**Your assignment**
Could you return the entire listing below exactly as written?

**Material for the task**
= = = =

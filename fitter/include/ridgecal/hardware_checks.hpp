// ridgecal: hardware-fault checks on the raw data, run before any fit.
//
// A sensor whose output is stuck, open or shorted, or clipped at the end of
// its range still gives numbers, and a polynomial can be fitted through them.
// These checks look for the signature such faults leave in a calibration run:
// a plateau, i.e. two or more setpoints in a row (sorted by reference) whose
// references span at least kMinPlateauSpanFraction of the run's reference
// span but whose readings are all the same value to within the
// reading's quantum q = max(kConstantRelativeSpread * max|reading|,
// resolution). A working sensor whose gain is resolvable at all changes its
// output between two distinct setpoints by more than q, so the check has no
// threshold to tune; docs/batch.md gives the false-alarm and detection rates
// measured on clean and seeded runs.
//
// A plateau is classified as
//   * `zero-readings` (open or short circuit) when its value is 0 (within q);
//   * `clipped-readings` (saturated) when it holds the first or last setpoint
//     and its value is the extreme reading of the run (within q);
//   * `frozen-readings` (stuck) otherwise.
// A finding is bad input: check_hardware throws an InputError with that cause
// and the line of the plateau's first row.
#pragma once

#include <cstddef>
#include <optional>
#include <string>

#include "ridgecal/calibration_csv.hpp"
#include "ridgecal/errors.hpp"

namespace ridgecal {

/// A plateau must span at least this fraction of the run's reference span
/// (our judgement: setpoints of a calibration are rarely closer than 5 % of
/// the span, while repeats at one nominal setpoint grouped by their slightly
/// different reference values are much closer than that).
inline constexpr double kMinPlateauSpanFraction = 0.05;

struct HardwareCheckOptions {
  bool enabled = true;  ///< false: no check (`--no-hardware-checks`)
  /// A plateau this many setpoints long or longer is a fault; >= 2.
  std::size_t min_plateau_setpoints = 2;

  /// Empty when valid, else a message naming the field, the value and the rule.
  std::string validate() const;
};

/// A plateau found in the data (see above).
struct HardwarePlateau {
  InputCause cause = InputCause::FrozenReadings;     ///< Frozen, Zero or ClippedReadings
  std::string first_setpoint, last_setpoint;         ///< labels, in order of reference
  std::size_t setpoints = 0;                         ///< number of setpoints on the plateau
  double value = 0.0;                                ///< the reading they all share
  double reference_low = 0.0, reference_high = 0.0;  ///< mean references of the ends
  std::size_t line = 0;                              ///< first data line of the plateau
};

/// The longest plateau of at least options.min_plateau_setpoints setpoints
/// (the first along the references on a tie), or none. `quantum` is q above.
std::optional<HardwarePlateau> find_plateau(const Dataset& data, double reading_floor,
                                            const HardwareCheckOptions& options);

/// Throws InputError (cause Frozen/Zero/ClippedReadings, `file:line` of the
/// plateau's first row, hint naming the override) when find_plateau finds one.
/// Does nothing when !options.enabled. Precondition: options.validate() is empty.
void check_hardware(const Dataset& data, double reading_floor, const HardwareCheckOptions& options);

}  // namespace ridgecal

= = = =

**Result of this task**
filename fitter/include/ridgecal/hardware_checks.hpp
// ridgecal: hardware-fault checks on the raw data, run before any fit.
//
// A sensor whose output is stuck, open or shorted, or clipped at the end of
// its range still gives numbers, and a polynomial can be fitted through them.
// These checks look for the signature such faults leave in a calibration run:
// a plateau, i.e. two or more setpoints in a row (sorted by reference) whose
// references span at least kMinPlateauSpanFraction of the run's reference
// span but whose readings are all the same value to within the
// reading's quantum q = max(kConstantRelativeSpread * max|reading|,
// resolution). A working sensor whose gain is resolvable at all changes its
// output between two distinct setpoints by more than q, so the check has no
// threshold to tune; docs/batch.md gives the false-alarm and detection rates
// measured on clean and seeded runs.
//
// A plateau is classified as
//   * `zero-readings` (open or short circuit) when its value is 0 (within q);
//   * `clipped-readings` (saturated) when it holds the first or last setpoint
//     and its value is the extreme reading of the run (within q);
//   * `frozen-readings` (stuck) otherwise.
// A finding is bad input: check_hardware throws an InputError with that cause
// and the line of the plateau's first row.
#pragma once

#include <cstddef>
#include <optional>
#include <string>

#include "ridgecal/calibration_csv.hpp"
#include "ridgecal/errors.hpp"

namespace ridgecal {

/// A plateau must span at least this fraction of the run's reference span
/// (our judgement: setpoints of a calibration are rarely closer than 5 % of
/// the span, while repeats at one nominal setpoint grouped by their slightly
/// different reference values are much closer than that).
inline constexpr double kMinPlateauSpanFraction = 0.05;

struct HardwareCheckOptions {
  bool enabled = true;  ///< false: no check (`--no-hardware-checks`)
  /// A plateau this many setpoints long or longer is a fault; >= 2.
  std::size_t min_plateau_setpoints = 2;

  /// Empty when valid, else a message naming the field, the value and the rule.
  std::string validate() const;
};

/// A plateau found in the data (see above).
struct HardwarePlateau {
  InputCause cause = InputCause::FrozenReadings;     ///< Frozen, Zero or ClippedReadings
  std::string first_setpoint, last_setpoint;         ///< labels, in order of reference
  std::size_t setpoints = 0;                         ///< number of setpoints on the plateau
  double value = 0.0;                                ///< the reading they all share
  double reference_low = 0.0, reference_high = 0.0;  ///< mean references of the ends
  std::size_t line = 0;                              ///< first data line of the plateau
};

/// The longest plateau of at least options.min_plateau_setpoints setpoints
/// (the first along the references on a tie), or none. `quantum` is q above.
std::optional<HardwarePlateau> find_plateau(const Dataset& data, double reading_floor,
                                            const HardwareCheckOptions& options);

/// Throws InputError (cause Frozen/Zero/ClippedReadings, `file:line` of the
/// plateau's first row, hint naming the override) when find_plateau finds one.
/// Does nothing when !options.enabled. Precondition: options.validate() is empty.
void check_hardware(const Dataset& data, double reading_floor, const HardwareCheckOptions& options);

}  // namespace ridgecal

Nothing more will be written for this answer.